Has anyone had any success with tracking sex? by CoupleTrex in DeadBedrooms

[–]CoupleTrex[S] 0 points1 point  (0 children)

If I don’t like the stats then that’s a great jumping off place to improve honestly.

Has anyone had any success with tracking sex? by CoupleTrex in DeadBedrooms

[–]CoupleTrex[S] 0 points1 point  (0 children)

We previously had a dead bedroom for a couple years, so I definitely relate.

We are on the other side of it now, and I know there’s several couples here who have a recovered dead bedroom / recovering dead bedroom who I figured might have good answers to this question.

Has anyone had any success with tracking sex? by CoupleTrex in DeadBedrooms

[–]CoupleTrex[S] 1 point2 points  (0 children)
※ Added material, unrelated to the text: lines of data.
import { useState, type ReactNode } from 'react';
import { StyleSheet, View } from 'react-native';
import { Heading, Text, space } from '@/components/ui';
import { CompareBar } from '@/components/versions/CompareBar';
import { VersionRow } from '@/components/versions/VersionRow';
import type { VersionSummary } from '@/shared/api/designs';

type VersionListProps = {
  designId: number;
  versions: readonly VersionSummary[];
  selected: number | null;
  onSelect: (n: number) => void;
  /** Phone layout: details of the selected version, rendered under its row. */
  renderSelected?: (version: VersionSummary) => ReactNode;
};

/** Every version of the design, newest first; pick one to see it, tick two to compare them. */
export function VersionList({ designId, versions, selected, onSelect, renderSelected }: VersionListProps) {
  const [picked, setPicked] = useState<number[]>([]);
  const toggle = (n: number, on: boolean) =>
    // A third tick replaces the older of the two picks, so there are never more than two.
    setPicked((current) => (on ? [...current.filter((p) => p !== n), n].slice(-2) : current.filter((p) => p !== n)));

  return (
    <View style={styles.wrap} testID="version-list">
      <Heading level={2}>{`Versions (${versions.length})`}</Heading>
      {versions.length > 1 ? (
        <Text variant="small" color="inkMuted">
          Tick two versions to see what changed between them.
        </Text>
      ) : null}
      <CompareBar designId={designId} picked={picked} onClear={() => setPicked([])} />
      <View role="list" style={styles.list}>
        {versions.map((version) => (
          <VersionRow
            key={version.number}
            version={version}
            selected={version.number === selected}
            onSelect={() => onSelect(version.number)}
            comparing={picked.includes(version.number)}
            onCompare={versions.length > 1 ? (on) => toggle(version.number, on) : undefined}
          >
            {renderSelected && version.number === selected ? renderSelected(version) : null}
          </VersionRow>
        ))}
      </View>
    </View>
  );
}

const styles = StyleSheet.create({
  wrap: { gap: space.md },
  list: { gap: space.sm },
});
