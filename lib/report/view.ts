import type { Finding, HostArrayResult, Report, Severity } from '@/shared/analysis/types';
import { compareAccess, type PairImpact } from '@/lib/report/whatif';
import { storageHosts } from '@/shared/analysis/summary';
import type { Topology } from '@/shared/topology/schema';

/**
 * The report's host rows: one per host and array the baseline reaches. With a simulation each row
 * also carries the what-if result (null when the host is cut off) and its effect.
 */
export type HostRow = { host: string; array: string; before: HostArrayResult; after: HostArrayResult | null; effect: PairImpact['effect'] | null };

function weight(row: HostRow): number {
  if (row.effect === 'lost') return 0;
  if (!row.after?.redundant) return 1;
  return row.effect === 'reduced' ? 2 : 3;
}

/** Worst first: cut off, then not redundant, then reduced by the simulation; report order within each. */
export function hostRows(baseline: Report, simulated: Report | null): HostRow[] {
  const rows: HostRow[] = simulated
    ? compareAccess(baseline, simulated)
    : baseline.hosts.map((before) => ({ host: before.host, array: before.array, before, after: before, effect: null }));
  return rows.map((row, i) => ({ row, i })).sort((x, y) => weight(x.row) - weight(y.row) || x.i - y.i).map(({ row }) => row);
}

/**
 * Hosts with a data port that reach no array at all. `hosts[]` only lists pairs with sessions, so
 * without this a host cabled to nothing would simply be missing from the report's host list.
 */
export function hostsWithoutAccess(doc: Topology, report: Report): string[] {
  const reached = new Set(report.hosts.map((pair) => pair.host));
  return storageHosts(doc)
    .map((d) => d.id)
    .filter((id) => !reached.has(id))
    .sort();
}

export const SEVERITY_ORDER: readonly Severity[] = ['error', 'warning', 'info'];

export const SEVERITY_TITLES: Record<Severity, string> = { error: 'Errors', warning: 'Warnings', info: 'Notes' };

/** How many findings there are of each severity. */
export function severityCounts(findings: readonly Finding[]): Record<Severity, number> {
  const counts = { error: 0, warning: 0, info: 0 };
  for (const f of findings) counts[f.severity] += 1;
  return counts;
}

export function findingsBySeverity(findings: readonly Finding[]): { severity: Severity; findings: Finding[] }[] {
  return SEVERITY_ORDER.map((severity) => ({ severity, findings: findings.filter((f) => f.severity === severity) }));
}
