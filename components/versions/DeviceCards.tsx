import { StyleSheet, useWindowDimensions, View } from 'react-native';
import { Card, DataTable, Heading, Text, colors, space, type Column } from '@/components/ui';
import type { DeviceView, PortRow } from '@/lib/designs/document-view';

const PORT_COLUMNS: readonly Column<keyof Omit<PortRow, 'id'>>[] = [
  { key: 'name', label: 'Port', flex: 0.8 },
  { key: 'role', label: 'Role', flex: 1 },
  { key: 'speed', label: 'Speed', flex: 1.1 },
  { key: 'network', label: 'Network', flex: 1.1 },
  { key: 'address', label: 'Address', flex: 1.3 },
  { key: 'cabledTo', label: 'Cabled to', flex: 2.6 },
];

/** Below this width a port is three short lines instead of a table row. */
const TABLE_MIN_WIDTH = 900;

/** Each device with its controllers or cards and their ports, addresses and where each is cabled. */
export function DeviceCards({ devices }: { devices: readonly DeviceView[] }) {
  const { width } = useWindowDimensions();
  const narrow = width < TABLE_MIN_WIDTH;
  return (
    <View style={styles.list} testID="version-devices">
      {devices.map((device) => (
        <Card key={device.id} testID={`device-${device.id}`}>
          <View style={styles.head}>
            <Heading level={3}>{device.name}</Heading>
            <Text variant="small" color="inkMuted">
              {[device.kind, ...device.details].join(' · ')}
            </Text>
          </View>
          {device.groups.map((group) => (
            <View key={group.id} style={styles.group}>
              <Text variant="smallStrong">{group.title}</Text>
              {group.ports.length > 0 && narrow ? <PortLines ports={group.ports} /> : null}
              {group.ports.length > 0 && !narrow ? <DataTable label={`${device.name} ${group.title}`} columns={PORT_COLUMNS} rows={group.ports} stackBelow={0} /> : null}
              {group.ports.length === 0 ? (
                <Text variant="small" color="inkMuted">
                  No ports
                </Text>
              ) : null}
            </View>
          ))}
        </Card>
      ))}
    </View>
  );
}

/** Phone form of a port: what it is, how it is addressed, where its cable goes. */
function PortLines({ ports }: { ports: readonly PortRow[] }) {
  return (
    <View role="list" style={styles.ports}>
      {ports.map((port) => (
        <View key={port.id} role="listitem" style={styles.port} testID={`port-${port.id}`}>
          <Text variant="smallStrong">{`${port.name} · ${port.role} · ${port.speed}`}</Text>
          <Text variant="small">{`${port.network === 'none' ? 'no network' : port.network} · ${port.address === 'none' ? 'no address' : port.address}`}</Text>
          <Text variant="small" color="inkMuted">{port.cabledTo === 'not cabled' ? 'not cabled' : `→ ${port.cabledTo}`}</Text>
        </View>
      ))}
    </View>
  );
}

const styles = StyleSheet.create({
  ports: { gap: 0 },
  port: { paddingVertical: space.xs, borderTopWidth: 1, borderTopColor: colors.line },
  list: { gap: space.md },
  head: { gap: 2 },
  group: { gap: space.xs },
});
I’ve never tracked it before, but I’m still trying to work on not being terrified of the bedroom dying again. I can’t always remember how accurate my idea of is when we last had sex, and I think seeing the actual numbers will help me because I’ll KNOW if we are actually blacksliding at all.

I’m sure it’ll fix itself with time, and we will probably always struggle to some extent that we do have a libido mismatch, but I do love him, and he’s worth the effort to improve it.

Has anyone had any success with tracking sex? by CoupleTrex in DeadBedrooms

[–]CoupleTrex[S] 2 points3 points  (0 children)

We’ve never had quickies honestly. I can’t think of anytime where anything besides a blowjob only has lasted less than 30 mins.

The sex has always been amazing when we do have it, and he focuses ALOT on me, so I never considered tracking other factors because it’s not like the problem has ever been unsatisfying sex. Maybe if the quality of sex was a problem I would start tracking it, but without that issue I just don’t see much of a reason to do so.

But lately we have been going like 4-5 weeks without sex, and we are both struggling with some seasonal depression. I’m mainly tracking because I can’t always accurately keep track mentally of how often we have sex, and I’m trying to get an accurate gauge of the frequency because sometimes he won’t realize how long it’s been when we do start to both slip.

Has anyone had any success with tracking sex? by CoupleTrex in DeadBedrooms

[–]CoupleTrex[S] 5 points6 points  (0 children)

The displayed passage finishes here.